Task brief:
Top to bottom, give the entries again exactly as written.

Entries shown:
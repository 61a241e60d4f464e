import { DERIVED_COLUMNS, FIELD_SPECS } from '../domain/fields.js';
import { StopError } from '../errors.js';
import type { Note } from '../issues.js';
import type { FormulaDef, Method } from '../domain/method.js';
import { compileFormula, FormulaError, type CompiledFormula, type EvalContext, type SymbolKind } from './formula.js';
import { dependencyOrder } from './order.js';

export { DERIVED_COLUMNS } from '../domain/fields.js';

export interface CompiledMethod {
  /** In the method's (output) order. */
  formulas: CompiledFormula[];
  /** Indexes into `formulas` in evaluation order. */
  order: number[];
}

/** Compile every formula of a method once; a refused formula or a cycle stops the run. */
/** Compiled once per loaded method: the pipeline, the workbook and verify all ask for it. */
const compiledMethods = new WeakMap<Method, CompiledMethod>();

export function compileMethod(method: Method): CompiledMethod {
  let compiled = compiledMethods.get(method);
  if (!compiled) {
    compiled = compileMethodOnce(method);
    compiledMethods.set(method, compiled);
  }
  return compiled;
}

function compileMethodOnce(method: Method): CompiledMethod {
  const symbols = new Map<string, SymbolKind>();
  for (const spec of FIELD_SPECS.values()) symbols.set(spec.name, spec.kind);
  for (const [name, d] of Object.entries(DERIVED_COLUMNS)) symbols.set(name, d.kind);
  for (const f of method.formulas) symbols.set(f.name, 'number');

  const formulas = method.formulas.map((def, i) => {
    try {
      return compileFormula(def, symbols);
    } catch (err) {
      if (err instanceof FormulaError) {
        throw new StopError('method', `formula "${def.name}": ${err.message}`, {
          file: method.file,
          line: def.line,
          column: `formulas[${i}].expr`,
        });
      }
      throw err;
    }
  });
  const byName = new Map(formulas.map((f, i) => [f.name, i]));
  const { order, cycles } = dependencyOrder(
    formulas.map((_, i) => i),
    (i) => formulas[i]!.dependencies.filter((d) => byName.has(d)).map((d) => byName.get(d)!),
  );
  if (cycles.length > 0) {
    const names = cycles[0]!.map((i) => formulas[i]!.name);
    const first = method.formulas[cycles[0]![0]!]!;
    throw new StopError('method', `the formula columns depend on each other in a cycle: ${[...names, names[0]].join(' → ')}`, {
      file: method.file,
      line: first.line,
      column: 'formulas',
    });
  }
  checkCalibration(method, formulas, byName);
  return { formulas, order };
}

/**
 * The efficiency correction and the calibration must agree (issue 14): calibrators
 * taken through the extraction already carry its losses, so pre_extraction_conc
 * must not divide by the efficiency again; standards in solvent need it.
 */
function checkCalibration(method: Method, formulas: CompiledFormula[], byName: Map<string, number>): void {
  const at = byName.get('pre_extraction_conc');
  if (at === undefined) return;
  const corrects = correctsForEfficiency(formulas, byName, at);
  const def = method.formulas[at]!;
  if (method.calibration.includesExtraction && corrects) {
    throw new StopError(
      'method',
      `formula "pre_extraction_conc" divides by the extraction efficiency, but the method says the calibration includes the extraction (calibration: { includes_extraction: true }): the losses would be corrected twice; write it without the efficiency, e.g. extract_conc * dilution * final_volume / sample_volume, or remove includes_extraction`,
      { file: method.file, line: def.line, column: `formulas[${at}].expr` },
    );
  }
}

/** Whether a formula reads the extraction efficiency, directly (extraction_efficiency()) or through another formula. */
export function correctsForEfficiency(formulas: readonly CompiledFormula[], byName: ReadonlyMap<string, number>, start: number): boolean {
  const seen = new Set<number>();
  const stack = [start];
  while (stack.length > 0) {
    const i = stack.pop()!;
    if (seen.has(i)) continue;
    seen.add(i);
    const f = formulas[i]!;
    if (f.node.filter((n) => n.type === 'FunctionNode' && (n as unknown as { fn: { name: string } }).fn.name === 'extraction_efficiency').length > 0) return true;
    for (const d of f.dependencies) {
      const j = byName.get(d);
      if (j !== undefined) stack.push(j);
    }
  }
  return false;
}

export interface EvaluateInput {
  rowCount: number;
  numbers: ReadonlyMap<string, Float64Array>;
  texts: ReadonlyMap<string, readonly string[]>;
  parentRow: Int32Array;
  pairRow: Int32Array;
  /** 1 on rows whose computed cells stay empty. */
  rowError: Uint8Array;
}

export interface Evaluated {
  /** Computed columns by formula name, in method order. */
  columns: Map<string, Float64Array>;
  notes: Note[];
}

/**
 * Evaluate all formula columns for all rows, one column at a time in dependency
 * order, so a cross-row look-up reads a finished column (STYLE.md habit 2).
 * A result that is not a finite number (divide by zero, log of 0) leaves the
 * cell empty with a note; its dependents then see an empty cell.
 */
export function evaluateFormulas(compiled: CompiledMethod, defs: readonly FormulaDef[], input: EvaluateInput): Evaluated {
  const n = input.rowCount;
  const columns = new Map<string, Float64Array>();
  const notes: Note[] = [];
  const ctx: EvalContext = {
    number: (name) => columns.get(name) ?? input.numbers.get(name),
    text: (name) => input.texts.get(name),
    parentRow: input.parentRow,
    pairRow: input.pairRow,
  };
  for (const i of compiled.order) {
    const f = compiled.formulas[i]!;
    const out = new Float64Array(n);
    columns.set(f.name, out); // visible (as it fills) only to later formulas
    const run = f.bind(ctx);
    const rowError = input.rowError;
    for (let r = 0; r < n; r++) {
      if (rowError[r]) {
        out[r] = NaN;
        continue;
      }
      const v = run(r);
      if (typeof v === 'number' && Number.isFinite(v)) out[r] = v;
      else {
        out[r] = NaN;
        if (typeof v === 'number' && !Number.isNaN(v)) {
          notes.push({ row: r, column: f.name, message: `${f.name} is not a finite number (${v > 0 ? '' : '−'}∞, e.g. a division by zero): left empty` });
        }
      }
    }
  }
  const ordered = new Map<string, Float64Array>();
  for (const d of defs) ordered.set(d.name, columns.get(d.name)!);
  return { columns: ordered, notes };
}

Solution for this exercise:
repository 61a241e60d4f464e
import { DERIVED_COLUMNS, FIELD_SPECS } from '../domain/fields.js';
import { StopError } from '../errors.js';
import type { Note } from '../issues.js';
import type { FormulaDef, Method } from '../domain/method.js';
import { compileFormula, FormulaError, type CompiledFormula, type EvalContext, type SymbolKind } from './formula.js';
import { dependencyOrder } from './order.js';

export { DERIVED_COLUMNS } from '../domain/fields.js';

export interface CompiledMethod {
  /** In the method's (output) order. */
  formulas: CompiledFormula[];
  /** Indexes into `formulas` in evaluation order. */
  order: number[];
}

/** Compile every formula of a method once; a refused formula or a cycle stops the run. */
/** Compiled once per loaded method: the pipeline, the workbook and verify all ask for it. */
const compiledMethods = new WeakMap<Method, CompiledMethod>();

export function compileMethod(method: Method): CompiledMethod {
  let compiled = compiledMethods.get(method);
  if (!compiled) {
    compiled = compileMethodOnce(method);
    compiledMethods.set(method, compiled);
  }
  return compiled;
}

function compileMethodOnce(method: Method): CompiledMethod {
  const symbols = new Map<string, SymbolKind>();
  for (const spec of FIELD_SPECS.values()) symbols.set(spec.name, spec.kind);
  for (const [name, d] of Object.entries(DERIVED_COLUMNS)) symbols.set(name, d.kind);
  for (const f of method.formulas) symbols.set(f.name, 'number');

  const formulas = method.formulas.map((def, i) => {
    try {
      return compileFormula(def, symbols);
    } catch (err) {
      if (err instanceof FormulaError) {
        throw new StopError('method', `formula "${def.name}": ${err.message}`, {
          file: method.file,
          line: def.line,
          column: `formulas[${i}].expr`,
        });
      }
      throw err;
    }
  });
  const byName = new Map(formulas.map((f, i) => [f.name, i]));
  const { order, cycles } = dependencyOrder(
    formulas.map((_, i) => i),
    (i) => formulas[i]!.dependencies.filter((d) => byName.has(d)).map((d) => byName.get(d)!),
  );
  if (cycles.length > 0) {
    const names = cycles[0]!.map((i) => formulas[i]!.name);
    const first = method.formulas[cycles[0]![0]!]!;
    throw new StopError('method', `the formula columns depend on each other in a cycle: ${[...names, names[0]].join(' → ')}`, {
      file: method.file,
      line: first.line,
      column: 'formulas',
    });
  }
  checkCalibration(method, formulas, byName);
  return { formulas, order };
}

/**
 * The efficiency correction and the calibration must agree (issue 14): calibrators
 * taken through the extraction already carry its losses, so pre_extraction_conc
 * must not divide by the efficiency again; standards in solvent need it.
 */
function checkCalibration(method: Method, formulas: CompiledFormula[], byName: Map<string, number>): void {
  const at = byName.get('pre_extraction_conc');
  if (at === undefined) return;
  const corrects = correctsForEfficiency(formulas, byName, at);
  const def = method.formulas[at]!;
  if (method.calibration.includesExtraction && corrects) {
    throw new StopError(
      'method',
      `formula "pre_extraction_conc" divides by the extraction efficiency, but the method says the calibration includes the extraction (calibration: { includes_extraction: true }): the losses would be corrected twice; write it without the efficiency, e.g. extract_conc * dilution * final_volume / sample_volume, or remove includes_extraction`,
      { file: method.file, line: def.line, column: `formulas[${at}].expr` },
    );
  }
}

/** Whether a formula reads the extraction efficiency, directly (extraction_efficiency()) or through another formula. */
export function correctsForEfficiency(formulas: readonly CompiledFormula[], byName: ReadonlyMap<string, number>, start: number): boolean {
  const seen = new Set<number>();
  const stack = [start];
  while (stack.length > 0) {
    const i = stack.pop()!;
    if (seen.has(i)) continue;
    seen.add(i);
    const f = formulas[i]!;
    if (f.node.filter((n) => n.type === 'FunctionNode' && (n as unknown as { fn: { name: string } }).fn.name === 'extraction_efficiency').length > 0) return true;
    for (const d of f.dependencies) {
      const j = byName.get(d);
      if (j !== undefined) stack.push(j);
    }
  }
  return false;
}

export interface EvaluateInput {
  rowCount: number;
  numbers: ReadonlyMap<string, Float64Array>;
  texts: ReadonlyMap<string, readonly string[]>;
  parentRow: Int32Array;
  pairRow: Int32Array;
  /** 1 on rows whose computed cells stay empty. */
  rowError: Uint8Array;
}

export interface Evaluated {
  /** Computed columns by formula name, in method order. */
  columns: Map<string, Float64Array>;
  notes: Note[];
}

/**
 * Evaluate all formula columns for all rows, one column at a time in dependency
 * order, so a cross-row look-up reads a finished column (STYLE.md habit 2).
 * A result that is not a finite number (divide by zero, log of 0) leaves the
 * cell empty with a note; its dependents then see an empty cell.
 */
export function evaluateFormulas(compiled: CompiledMethod, defs: readonly FormulaDef[], input: EvaluateInput): Evaluated {
  const n = input.rowCount;
  const columns = new Map<string, Float64Array>();
  const notes: Note[] = [];
  const ctx: EvalContext = {
    number: (name) => columns.get(name) ?? input.numbers.get(name),
    text: (name) => input.texts.get(name),
    parentRow: input.parentRow,
    pairRow: input.pairRow,
  };
  for (const i of compiled.order) {
    const f = compiled.formulas[i]!;
    const out = new Float64Array(n);
    columns.set(f.name, out); // visible (as it fills) only to later formulas
    const run = f.bind(ctx);
    const rowError = input.rowError;
    for (let r = 0; r < n; r++) {
      if (rowError[r]) {
        out[r] = NaN;
        continue;
      }
      const v = run(r);
      if (typeof v === 'number' && Number.isFinite(v)) out[r] = v;
      else {
        out[r] = NaN;
        if (typeof v === 'number' && !Number.isNaN(v)) {
          notes.push({ row: r, column: f.name, message: `${f.name} is not a finite number (${v > 0 ? '' : '−'}∞, e.g. a division by zero): left empty` });
        }
      }
    }
  }
  const ordered = new Map<string, Float64Array>();
  for (const d of defs) ordered.set(d.name, columns.get(d.name)!);
  return { columns: ordered, notes };
}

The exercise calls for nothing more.